▸ **Task instructions**
After finding the line with "const root = xml.documentElement!;" in the data below, set down exactly each line through the one with "const netGroups = groups.filter((g)", inclusive, and stop there.

Supplied material below:

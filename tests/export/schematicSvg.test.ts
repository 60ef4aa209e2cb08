import { describe, expect, it } from 'vitest';
import { computeConnectivity } from '../../src/schematic/connectivity';
import { symbolOf } from '../../src/schematic/symbols';
import { analyseDrawing, annotatedSvg, annotationsFor } from '../../src/export/exportDrawing';
import { schematicSvg } from '../../src/export/schematicSvg';
import { drawing, part } from '../schematic/build';
import { all, exampleDrawing, parseXml } from './fixtures';

const DATE = '2026-01-15';

describe('annotated schematic SVG', () => {
  it('is well-formed SVG 1.1 with one group per part and per net, nets in their impedance colour', async () => {
    const doc = await exampleDrawing('two-stage-miller-unity');
    const svg = annotatedSvg(doc, { date: DATE });
    const { doc: xml, problems } = parseXml(svg);
    expect(problems).toEqual([]);
    const root = xml.documentElement!;
    expect(root.nodeName).toBe('svg');
    expect(root.getAttribute('xmlns')).toBe('http://www.w3.org/2000/svg'); // SVG 1.1 §5.1 namespace
    expect(root.getAttribute('version')).toBe('1.1');
    const groups = all(xml, 'g');
    const partGroups = groups.filter((g) => (g.getAttribute('class') ?? '').startsWith('part '));
    expect(partGroups.map((g) => g.getAttribute('id')).sort()).toEqual(Object.values(doc.parts).map((p) => `part-${p.ref}`).sort());
    const conn = computeConnectivity(doc);
    const netGroups = groups.filter((g) => g.getAttribute('class') === 'net');
    expect(netGroups.length).toBe(conn.nets.length);
    const an = analyseDrawing(doc);
    expect(an.result?.ok).toBe(true);
    const ann = annotationsFor(doc, an);
    const colored = Object.keys(ann.nets);
    expect(colored.length).toBeGreaterThan(2);
    for (const net of colored) {
      const g = netGroups.find((x) => x.getAttribute('id') === `net-${net}`)!;
      expect(g.getAttribute('stroke')).toBe(ann.nets[net].color);
      for (const line of all(g, 'polyline')) expect(line.getAttribute('stroke')).toBeNull(); // inherits the net colour
    }
    // Text stays text (vector, selectable): every reference designator of a device is a <text>.
    const texts = all(xml, 'text').map((t) => t.textContent);
    for (const p of Object.values(doc.parts)) if (symbolOf(p.kind).role === 'device') expect(texts).toContain(p.ref);
    // Badges, slowest mark, legend, title block.
    expect(groups.filter((g) => g.getAttribute('class') === 'badge').length).toBe(ann.badges.length);
    expect(ann.badges.length).toBe(colored.length);
    expect(groups.some((g) => g.getAttribute('id') === 'slowest-node')).toBe(ann.slowest !== null);
    expect(groups.some((g) => g.getAttribute('id') === 'legend')).toBe(true);
    const title = groups.find((g) => g.getAttribute('id') === 'title-block')!;
    const tt = all(title, 'text').map((t) => t.textContent).join(' | ');
    expect(tt).toContain(doc.title!);
    expect(tt).toContain(`date ${DATE}`);
    expect(tt).toMatch(/analysis frequency \d/);
    expect(tt).toContain('loops switched off: none');
    expect(all(xml, 'text').some((t) => /small-signal/.test(t.textContent ?? ''))).toBe(true);
  });

  it('crops the viewBox to the drawing', async () => {
    const doc = await exampleDrawing('sensor-cs-miller');
    const { doc: xml } = parseXml(annotatedSvg(doc, { date: DATE }));
    const [vx, vy, vw, vh] = xml.documentElement!.getAttribute('viewBox')!.split(' ').map(Number);
    const xs: number[] = [], ys: number[] = [];
    for (const pl of all(xml, 'polyline')) for (const pair of pl.getAttribute('points')!.split(' ')) { const [x, y] = pair.split(',').map(Number); xs.push(x); ys.push(y); }
    expect(Math.min(...xs)).toBeGreaterThanOrEqual(vx);
    expect(Math.max(...xs)).toBeLessThanOrEqual(vx + vw);
    expect(Math.min(...ys)).toBeGreaterThanOrEqual(vy);
    expect(Math.max(...ys)).toBeLessThanOrEqual(vy + vh);
    // Tight: the margin around the line work is small (legend and title block sit below it).
    expect(Math.min(...xs) - vx).toBeLessThan(60);
    expect(Math.min(...ys) - vy).toBeLessThan(60);
  });

  it('draws a symbol from its JSON primitives with the placement transform of symbols/README.md', () => {
    // Resistor turned a quarter clockwise: local (x, y) → world (−y, x) + position (README).
    const doc = drawing([part('resistor', 'R7', 100, 50, { rotation: 90 })]);
    const { doc: xml } = parseXml(schematicSvg(doc));
    const g = all(xml, 'g').find((x) => x.getAttribute('id') === 'part-R7')!;
    const zig = symbolOf('resistor').primitives.find((p) => p.type === 'polyline') as { points: number[] };
    const expected: string[] = [];
    for (let i = 0; i < zig.points.length; i += 2) expected.push(`${100 - zig.points[i + 1]},${50 + zig.points[i]}`);
    expect(all(g, 'polyline').map((p) => p.getAttribute('points'))).toContain(expected.join(' '));
  });

  it('draws the selected loop path and lists switched-off loops in the title block', async () => {
    const doc = await exampleDrawing('readout-cascode-regulated');
    const an = analyseDrawing(doc);
    expect(an.loops.status).toBe('ok');
    expect(an.loops.loops.length).toBeGreaterThan(0);
    const loop = an.loops.loops[0];
    const { doc: xml, problems } = parseXml(annotatedSvg(doc, { date: DATE, selectedLoop: loop.id }));
    expect(problems).toEqual([]);
    const path = all(xml, 'g').find((g) => g.getAttribute('id') === 'loop-path')!;
    expect(path).toBeDefined();
    const pts = all(path, 'polyline')[0].getAttribute('points')!.split(' ');
    expect(pts[0]).toBe(pts[pts.length - 1]); // closes on itself
    const off = annotatedSvg(doc, { date: DATE, off: [loop.key] });
    expect(off).toContain(`loops switched off: ${loop.key}`);
    expect(off).not.toBe(annotatedSvg(doc, { date: DATE }));
  });

  it('exports a drawing with errors without analysis marks, saying why', () => {
    const doc = drawing([part('resistor', 'R1', 0, 0)]);
    const svg = annotatedSvg(doc, { date: DATE });
    const { problems, doc: xml } = parseXml(svg);
    expect(problems).toEqual([]);
    expect(svg).toContain('not analysed');
    expect(all(xml, 'g').filter((g) => g.getAttribute('class') === 'badge')).toEqual([]);
  });
});

describe('export of what the screen shows', () => {
  it('draws the given overlay data unchanged (e.g. nets recoloured by the live view)', async () => {
    const { shownSvg } = await import('../../src/export/exportDrawing');
    const doc = await exampleDrawing('sensor-cs-miller');
    const an = analyseDrawing(doc);
    const ann = annotationsFor(doc, an);
    const recoloured = { ...ann, nets: Object.fromEntries(Object.entries(ann.nets).map(([k, m]) => [k, { ...m, color: '#123456' }])) };
    const { doc: xml, problems } = parseXml(shownSvg(doc, { annotations: recoloured, result: an.result! }, { date: DATE }));
    expect(problems).toEqual([]);
    const nets = all(xml, 'g').filter((g) => g.getAttribute('class') === 'net' && Object.keys(ann.nets).some((n) => g.getAttribute('id') === `net-${n}`));
    expect(nets.length).toBe(Object.keys(ann.nets).length);
    for (const g of nets) expect(g.getAttribute('stroke')).toBe('#123456');
  });
});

End of Supplied material.

▸ **Answer for the task**
    const root = xml.documentElement!;
    expect(root.nodeName).toBe('svg');
    expect(root.getAttribute('xmlns')).toBe('http://www.w3.org/2000/svg'); // SVG 1.1 §5.1 namespace
    expect(root.getAttribute('version')).toBe('1.1');
    const groups = all(xml, 'g');
    const partGroups = groups.filter((g) => (g.getAttribute('class') ?? '').startsWith('part '));
    expect(partGroups.map((g) => g.getAttribute('id')).sort()).toEqual(Object.values(doc.parts).map((p) => `part-${p.ref}`).sort());
    const conn = computeConnectivity(doc);
    const netGroups = groups.filter((g) => g.getAttribute('class') === 'net');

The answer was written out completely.